**WHAT YOU HAVE TO DO**
Below are entries; work out how many of their lines hold "empty", giving only that number.

**INFORMATION GIVEN**
#[cfg(test)]
mod tests {
    use super::*;
    use crate::storage::VolumeMethod;

    /// Stepping from the last step's level and a kept empty-pond level gives [`step`]'s
    /// result bit for bit (the plant's shortcut must not change the water), on a frustum
    /// pond with a part-full-then-full orifice, through fill, drain and a dry tail.
    #[test]
    fn step_known_from_the_last_level_equals_step_bit_for_bit() {
        let pond = StageStorage::from_areas(
            &[(41.0, 1500.0), (42.0, 2750.0), (44.0, 5850.0)],
            VolumeMethod::Frustum,
        )
        .unwrap();
        let o = crate::hydraulics::CircularOrifice::new(41.0, 0.1, 0.6).unwrap();
        let outlet = crate::hydraulics::Outlet::new(&[o.into()], None, None).unwrap();
        let q = |h: f32| outlet.discharge_m3s(h, 0.0);
        let empty = Level::at(&pond, &q, 0.0);
        let (mut s, mut known) = (0.0_f32, Level::at(&pond, &q, 0.0));
        for k in 0..3000_u32 {
            let inflow = Inflow::steady(if k < 200 { 0.5 * (k % 7) as f32 } else { 0.0 });
            let a = step(&pond, &q, s, inflow, 60);
            let b = step_known(&pond, &q, known, empty, inflow, 60);
            assert_eq!(a.storage_m3.to_bits(), b.storage_m3.to_bits(), "step {k}");
            assert_eq!(a.stage_m.to_bits(), b.stage_m.to_bits(), "step {k}");
            assert_eq!(a.outflow_m3s.to_bits(), b.outflow_m3s.to_bits(), "step {k}");
            assert_eq!(a.released_m3.to_bits(), b.released_m3.to_bits(), "step {k}");
            assert_eq!(a.scheme, b.scheme);
            s = a.storage_m3;
            known = b.level();
        }
        assert!(
            s > 0.0,
            "the orifice drains the pond asymptotically, never below its invert"
        );
    }

    fn box_pond() -> StageStorage {
        StageStorage::from_areas(&[(0.0, 1000.0), (3.0, 1000.0)], VolumeMethod::Frustum).unwrap()
    }

    /// A closed outlet keeps every drop: S1 = S0 + dt·(I0 + I1)/2 (continuity, exact).
    #[test]
    fn closed_outlet_stores_the_inflow_volume() {
        let r = step(
            &box_pond(),
            &|_h: f32| 0.0,
            100.0,
            Inflow::ramp(1.0, 3.0),
            60,
        );
        assert!((r.storage_m3 - 220.0).abs() < 1e-3);
        assert_eq!(r.released_m3, 0.0);
        assert!((r.stage_m - 0.22).abs() < 1e-5);
    }

    /// Bad inputs: NaN inflow counts as 0, NaN storage as empty, NaN outlet as closed.
    #[test]
    fn bad_inputs_give_finite_conserving_results() {
        let pond = box_pond();
        let r = step(
            &pond,
            &|_h: f32| f32::NAN,
            f32::NAN,
            Inflow::steady(f32::NAN),
            300,
        );
        assert_eq!(r.storage_m3, 0.0);
        let r = step(
            &pond,
            &|_h: f32| f32::INFINITY,
            50.0,
            Inflow::steady(1.0),
            300,
        );
        assert_eq!(r.storage_m3, 0.0);
        assert!((r.released_m3 - 350.0).abs() < 1e-3);
        let r = step(&pond, &|h: f32| h, 50.0, Inflow::steady(1.0), 0);
        assert_eq!((r.storage_m3, r.scheme), (50.0, Scheme::NoStep));
    }

    /// A stiff linear reservoir (k = 1 s, dt = 300 s) settles at S = I·k without ringing
    /// (equilibrium of dS/dt = I − S/k).
    #[test]
    fn stiff_linear_reservoir_settles_without_ringing() {
        let pond = box_pond();
        let k = 1.0_f32;
        let out = |h: f32| h * 1000.0 / k;
        let mut s = 2000.0;
        for _ in 0..5 {
            let r = step(&pond, &out, s, Inflow::steady(0.5), 300);
            assert!(r.storage_m3 <= s && r.storage_m3 >= 0.5 * k - 1e-3, "{r:?}");
            s = r.storage_m3;
        }
        assert!((s - 0.5).abs() < 0.01);
    }
}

**SOLUTION FOR THIS PROBLEM**
4